Isolate every line in the records below with "over" in it.

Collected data
• • • •

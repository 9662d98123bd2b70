/**
 * Kendall's coefficient of concordance W, with the correction for ties, and its chi-square test.
 *
 * Kendall, M. G., & Babington Smith, B. (1939). The problem of m rankings. Annals of Mathematical
 *   Statistics, 10(3), 275–287. https://doi.org/10.1214/aoms/1177732186
 * Kendall, M. G. (1948). Rank Correlation Methods, ch. 6 (ties).
 *
 * m readers each rank the same n cases (complete cases only); tied scores get their mean rank.
 * With R_i the sum of case i's ranks over readers and t the sizes of each reader's groups of ties:
 *
 *   S = Σ_i (R_i − m (n + 1) / 2)²,   T = Σ_readers Σ_groups (t³ − t)
 *   W = 12 S / (m² (n³ − n) − m T)
 *   χ² = m (n − 1) W  on n − 1 degrees of freedom (the Friedman statistic with its tie correction)
 *
 * p is the upper tail of χ², from @stdlib's regularized upper incomplete gamma function so that
 * small p keep their digits. W is undefined (NaN) when every reader gave every case the same score.
 */
import gammainc from '@stdlib/math-base-special-gammainc';

export interface KendallW {
  value: number;
  chi2: number;
  df: number;
  p: number;
  /** Cases (complete) and readers used. */
  cases: number;
  readers: number;
  /** T, the tie correction term. */
  ties: number;
}

/** Mean ranks 1..n of `values`; `ties` is Σ (t³ − t) over the groups of tied values. */
export function midRanks(values: ArrayLike<number>): { ranks: Float64Array; ties: number } {
  // Scores take few distinct values: count them, then each value's mean rank is
  // (values below) + (t + 1) / 2.
  const counts = new Map<number, number>();
  for (let i = 0; i < values.length; i++) counts.set(values[i], (counts.get(values[i]) ?? 0) + 1);
  const rankOf = new Map<number, number>();
  let below = 0;
  let ties = 0;
  for (const v of [...counts.keys()].sort((a, b) => a - b)) {
    const t = counts.get(v) as number;
    rankOf.set(v, below + (t + 1) / 2);
    ties += t * t * t - t;
    below += t;
  }
  const ranks = new Float64Array(values.length);
  for (let i = 0; i < values.length; i++) ranks[i] = rankOf.get(values[i]) as number;
  return { ranks, ties };
}

/** Upper tail of the chi-square distribution with `df` degrees of freedom. */
export function chiSquareUpperTail(x: number, df: number): number {
  if (Number.isNaN(x)) return Number.NaN;
  if (x <= 0) return 1;
  return gammainc(x / 2, df / 2, true, true);
}

/** W of complete rows (cases × readers). Needs n ≥ 2 cases and m ≥ 2 readers. */
export function kendallW(rows: ReadonlyArray<ReadonlyArray<number>>): KendallW {
  const n = rows.length;
  const m = n > 0 ? rows[0].length : 0;
  if (n < 2) throw new RangeError(`Kendall's W needs at least two complete cases, got ${n}`);
  if (m < 2) throw new RangeError(`Kendall's W needs at least two readers, got ${m}`);
  const rankSums = new Float64Array(n);
  let ties = 0;
  const column = new Float64Array(n);
  for (let j = 0; j < m; j++) {
    for (let i = 0; i < n; i++) column[i] = rows[i][j];
    const r = midRanks(column);
    ties += r.ties;
    for (let i = 0; i < n; i++) rankSums[i] += r.ranks[i];
  }
  const mean = (m * (n + 1)) / 2;
  let S = 0;
  for (let i = 0; i < n; i++) S += (rankSums[i] - mean) ** 2;
  const denominator = m * m * (n * n * n - n) - m * ties;
  const value = denominator === 0 ? Number.NaN : (12 * S) / denominator;
  const chi2 = m * (n - 1) * value;
  return { value, chi2, df: n - 1, p: chiSquareUpperTail(chi2, n - 1), cases: n, readers: m, ties };
}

• • • •

-- Response area --
 * With R_i the sum of case i's ranks over readers and t the sizes of each reader's groups of ties:
/** Mean ranks 1..n of `values`; `ties` is Σ (t³ − t) over the groups of tied values. */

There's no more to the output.